* _Recorded data_
_ _ _

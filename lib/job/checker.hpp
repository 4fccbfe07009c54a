// SPDX-License-Identifier: MIT
#pragma once

#include "format.hpp"
#include "json_document.hpp"

#include <bismar/error.hpp>
#include <bismar/quantity/currency.hpp>

#include <cstddef>
#include <map>
#include <span>
#include <string>
#include <string_view>
#include <unordered_map>
#include <unordered_set>
#include <utility>
#include <vector>

namespace bismar::detail {

/// Holds a JSON value against a format and collects every fault with its place.
class Checker {
 public:
  Checker(const JsonDocument& document, FaultList& faults) : document_(document), faults_(faults) {}

  /// The currencies to read money with; without, money is not read (its currency is a fault
  /// already).
  void use(const CurrencyRates* rates) { rates_ = rates; }
  [[nodiscard]] bool reads_money() const { return rates_ != nullptr; }

  /// A value that was found bad before is not checked again.
  void check(const JsonValue& value, const Format& format, const std::string& pointer);

  /// Tells the pointer of a value that is looked at before it is checked.
  void place(const JsonValue& value, std::string pointer) {
    pointers_[&value] = std::move(pointer);
  }

  /// Whether the value itself (not what it contains) was found right.
  [[nodiscard]] bool good(const JsonValue& value) const { return !bad_.contains(&value); }
  [[nodiscard]] std::size_t faults() const { return faults_.size(); }
  [[nodiscard]] std::string where(const JsonValue& value) const;
  /// Pointer and "file:line:column" of every value that was looked at.
  [[nodiscard]] std::map<std::string, std::string> places() const;

  void add(Code code,
           const JsonValue& value,
           std::string found,
           std::string allowed,
           std::string message);
  /// A word that is in no list: names the nearest, and a short list whole.
  void add_unknown(const JsonValue& value,
                   std::string_view what,
                   std::span<const std::string_view> words);
  /// Takes over the faults of a text that could not be read.
  void append(const Error& error, const JsonValue& value);
  /// Takes over faults that have places of their own.
  void append(const Error& error) { faults_.append(error); }

 private:
  void check_text(const JsonValue& value, const Format& format);
  void check_word(const JsonValue& value, const Format& format, std::string_view otherwise);
  void check_whole(const JsonValue& value, const Format& format);
  void check_quantity(const JsonValue& value, const Format& format);
  void check_sign(const JsonValue& value, const Format& format, double least);
  void check_list(const JsonValue& value, const Format& format, const std::string& pointer);
  void check_object(const JsonValue& value, std::span<const Key> keys, const std::string& pointer);
  void check_map(const JsonValue& value, const Format& format, const std::string& pointer);
  void check_tagged(const JsonValue& value, const Format& format, const std::string& pointer);
  void check_any_of(const JsonValue& value, const Format& format, const std::string& pointer);
  void add_wrong_type(const JsonValue& value, const std::string& allowed);
  void add_unknown_key(const JsonValue::Member& member,
                       const std::string& pointer,
                       std::span<const std::string_view> keys);

  const JsonDocument& document_;
  FaultList& faults_;
  const CurrencyRates* rates_ = nullptr;
  std::unordered_map<const JsonValue*, std::string> pointers_;
  std::unordered_set<const JsonValue*> bad_;
};

/// "a", "b" or "c"
[[nodiscard]] std::string in_words(std::span<const std::string_view> words);

}  // namespace bismar::detail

_ _ _

* _Problem details_
In full and without alteration, transcribe the listing above.

* _Result of this task_
filename lib/job/checker.hpp
repository 4fccbfe07009c54a
// SPDX-License-Identifier: MIT
#pragma once

#include "format.hpp"
#include "json_document.hpp"

#include <bismar/error.hpp>
#include <bismar/quantity/currency.hpp>

#include <cstddef>
#include <map>
#include <span>
#include <string>
#include <string_view>
#include <unordered_map>
#include <unordered_set>
#include <utility>
#include <vector>

namespace bismar::detail {

/// Holds a JSON value against a format and collects every fault with its place.
class Checker {
 public:
  Checker(const JsonDocument& document, FaultList& faults) : document_(document), faults_(faults) {}

  /// The currencies to read money with; without, money is not read (its currency is a fault
  /// already).
  void use(const CurrencyRates* rates) { rates_ = rates; }
  [[nodiscard]] bool reads_money() const { return rates_ != nullptr; }

  /// A value that was found bad before is not checked again.
  void check(const JsonValue& value, const Format& format, const std::string& pointer);

  /// Tells the pointer of a value that is looked at before it is checked.
  void place(const JsonValue& value, std::string pointer) {
    pointers_[&value] = std::move(pointer);
  }

  /// Whether the value itself (not what it contains) was found right.
  [[nodiscard]] bool good(const JsonValue& value) const { return !bad_.contains(&value); }
  [[nodiscard]] std::size_t faults() const { return faults_.size(); }
  [[nodiscard]] std::string where(const JsonValue& value) const;
  /// Pointer and "file:line:column" of every value that was looked at.
  [[nodiscard]] std::map<std::string, std::string> places() const;

  void add(Code code,
           const JsonValue& value,
           std::string found,
           std::string allowed,
           std::string message);
  /// A word that is in no list: names the nearest, and a short list whole.
  void add_unknown(const JsonValue& value,
                   std::string_view what,
                   std::span<const std::string_view> words);
  /// Takes over the faults of a text that could not be read.
  void append(const Error& error, const JsonValue& value);
  /// Takes over faults that have places of their own.
  void append(const Error& error) { faults_.append(error); }

 private:
  void check_text(const JsonValue& value, const Format& format);
  void check_word(const JsonValue& value, const Format& format, std::string_view otherwise);
  void check_whole(const JsonValue& value, const Format& format);
  void check_quantity(const JsonValue& value, const Format& format);
  void check_sign(const JsonValue& value, const Format& format, double least);
  void check_list(const JsonValue& value, const Format& format, const std::string& pointer);
  void check_object(const JsonValue& value, std::span<const Key> keys, const std::string& pointer);
  void check_map(const JsonValue& value, const Format& format, const std::string& pointer);
  void check_tagged(const JsonValue& value, const Format& format, const std::string& pointer);
  void check_any_of(const JsonValue& value, const Format& format, const std::string& pointer);
  void add_wrong_type(const JsonValue& value, const std::string& allowed);
  void add_unknown_key(const JsonValue::Member& member,
                       const std::string& pointer,
                       std::span<const std::string_view> keys);

  const JsonDocument& document_;
  FaultList& faults_;
  const CurrencyRates* rates_ = nullptr;
  std::unordered_map<const JsonValue*, std::string> pointers_;
  std::unordered_set<const JsonValue*> bad_;
};

/// "a", "b" or "c"
[[nodiscard]] std::string in_words(std::span<const std::string_view> words);

}  // namespace bismar::detail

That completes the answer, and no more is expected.